Few-Shot Fine-Grained Action Recognition via Bidirectional Attention and Contrastive Meta-Learning
This addresses the challenge of recognizing rare fine-grained actions with limited data, which is important for real-world applications like specific action understanding, but it is incremental as it builds on existing few-shot methods.
The paper tackles the problem of few-shot fine-grained action recognition by proposing a bidirectional attention module to capture subtle details and contrastive meta-learning to handle low inter-class variance, achieving state-of-the-art performance on established benchmarks.
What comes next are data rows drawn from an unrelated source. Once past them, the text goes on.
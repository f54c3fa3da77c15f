import { sql } from 'drizzle-orm';
import { z } from 'zod';
import { wilsonInterval } from '../../../analytics';
import type { ComponentListed, componentQuery } from '../../../shared/parts';
import type { Transaction } from '../../db/client';
import { withShop } from '../../db/tenancy';
import type { Deps } from '../../deps';
import type { Actor } from '../../http/actor';
import { decodeCursor, pageOf } from '../../http/cursor';
import { missing } from '../../http/errors';
import { hidesRates } from '../../returns/shop-average';
import { componentConditions, findComponents, type ComponentRow } from './queries';

const cursorKey = z.tuple([z.string()]);

export function listComponents(deps: Deps, actor: Actor, query: z.output<typeof componentQuery>) {
  const { limit, cursor, q, modelId } = query;
  const after = decodeCursor(cursor, cursorKey)?.[0];
  return withShop(deps.database, actor.shopId, async (tx) => {
    const rows = await findComponents(tx, componentConditions({ q, modelId }, after), {
      rows: limit + 1,
      modelId,
    });
    const { data, nextCursor } = pageOf(rows, limit, ({ sortKey }) => [sortKey]);
    const isHidden = await hidesRates(tx, actor);
    return { data: data.map((row) => presentListed(row, isHidden)), nextCursor };
  });
}

/** @throws missing */
export const readComponent = (deps: Deps, actor: Actor, id: string): Promise<ComponentListed> =>
  withShop(deps.database, actor.shopId, (tx) => presentOne(tx, actor, id));

/** @throws missing */
export async function presentOne(tx: Transaction, actor: Actor, id: string): Promise<ComponentListed> {
  const [row] = await findComponents(tx, sql`c.id = ${id}`, { rows: 1 });
  if (!row) throw missing('component');
  return presentListed(row, await hidesRates(tx, actor));
}

function presentListed({ sortKey: _, ...row }: ComponentRow, isHidden: boolean): ComponentListed {
  const [count, size] = isHidden ? [0, 0] : [row.comebackCount, row.comebackSize];
  const { estimate, lower, upper } = wilsonInterval(count, size);
  return {
    ...row,
    comebackCount: count,
    comebackSize: size,
    comebackRate: estimate,
    comebackInterval: { lower, upper },
  };
}
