import { lazy } from 'react';
import type { FindingWhole } from '../../../shared/findings';
import { ChartFrame } from '../../components/charts/chart-frame';
import { Button } from '../../components/ui/button';
import { DataTable } from '../../components/ui/data-table';
import { Segmented } from '../../components/ui/segmented';
import type { Formats } from '../../lib/format';
import { caseColumns } from './case-columns';
import { drawable, episodeRow, episodeScale, evenly, usualClock, type EpisodeClock } from './episode-rows';
import { lowered } from './finding-words';

const EpisodeChart = lazy(() =>
  import('../../components/charts/episode-chart').then((module) => ({ default: module.EpisodeChart })),
);

const SHOWN_FIRST = 14;
const ROW_PX = 24;

type Props = {
  finding: FindingWhole;
  clock: EpisodeClock | undefined;
  isAll: boolean;
  choose: (changes: { clock?: EpisodeClock; all?: boolean }) => void;
  formats: Formats;
};

/** The troubles behind a pair, a line a machine, from its first visit on. */
export function EpisodePicture({ finding, clock: asked, isAll, choose, formats }: Props) {
  const { cases, causal, resultant } = finding;
  const clock = asked ?? usualClock(cases);
  const known = drawable(cases, clock);
  const shown = isAll ? known : evenly(known, SHOWN_FIRST);
  const atOnce = cases.filter(({ visits }) => visits.length === 1).length;
  const withoutHours = cases.length - atOnce - known.length;
  const title = 'The troubles behind it';
  return (
    <ChartFrame
      title={title}
      sub={[
        `one line is one machine, in ${clock === 'hours' ? 'running hours' : 'days'} since its first visit; it ends where the trouble ended`,
        atOnce > 0 ? `${formats.counted(atOnce, 'trouble')} took one visit and have no line` : '',
        withoutHours > 0 ? `${formats.count(withoutHours)} have no hours` : '',
      ]
        .filter(Boolean)
        .join(' · ')}
      how="cascade"
      heightPx={shown.length * ROW_PX + 60}
      actions={
        <Segmented
          label="Since the first visit in"
          value={clock}
          onChange={(value) => choose({ clock: value })}
          options={[
            { value: 'hours', label: 'hours' },
            { value: 'days', label: 'days' },
          ]}
        />
      }
      chart={
        shown.length === 0 ? (
          <p className="text-dim">
            {withoutHours > 0
              ? 'None has hours at every visit; choose days.'
              : 'Each took one visit: there is nothing to draw.'}
          </p>
        ) : (
          <EpisodeChart
            rows={shown.map((episode, index) =>
              episodeRow(episode, index, { clock, causal, resultant, formats }),
            )}
            {...episodeScale(shown, clock)}
            shapes={[
              { shape: 'dot', text: `${lowered(resultant)} replaced` },
              { shape: 'diamond', text: `${lowered(causal)} replaced` },
              { shape: 'both', text: 'both at one visit' },
            ]}
            label={title}
          />
        )
      }
      table={
        <DataTable
          caption={title}
          rows={cases}
          columns={caseColumns(formats)}
          rowId={(row) => `${row.unit.id} ${row.visits[0]?.repair.id ?? ''}`}
          spreadsheet="troubles"
        />
      }
      foot={
        known.length > SHOWN_FIRST && (
          <span className="inline-flex items-center gap-x-3 text-sm text-dim">
            {isAll
              ? `all ${formats.count(known.length)} shown`
              : `${formats.count(shown.length)} of ${formats.count(known.length)} shown, evenly picked`}
            <Button look="text" className="text-sm" onClick={() => choose({ all: !isAll })}>
              {isAll ? 'fewer' : 'show all'}
            </Button>
          </span>
        )
      }
    />
  );
}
Fine-grained action recognition is attracting increasing attention due to the emerging demand of specific action understanding in real-world applications, whereas the data of rare fine-grained categories is very limited. Therefore, we propose the few-shot fine-grained action recognition problem, aiming to recognize novel fine-grained actions with only few samples given for each class. Although progress has been made in coarse-grained actions, existing few-shot recognition methods encounter two issues handling fine-grained actions: the inability to capture subtle action details and the inadequacy in learning from data with low inter-class variance. To tackle the first issue, a human vision inspired bidirectional attention module (BAM) is proposed. Combining top-down task-driven signals with bottom-up salient stimuli, BAM captures subtle action details by accurately highlighting informative spatio-temporal regions. To address the second issue, we introduce contrastive meta-learning (CML). Compared with the widely adopted ProtoNet-based method, CML generates more discriminative video representations for low inter-class variance data, since it makes full use of potential contrastive pairs in each training episode. Furthermore, to fairly compare different models, we establish specific benchmark protocols on two large-scale fine-grained action recognition datasets. Extensive experiments show that our method consistently achieves state-of-the-art performance across evaluated tasks.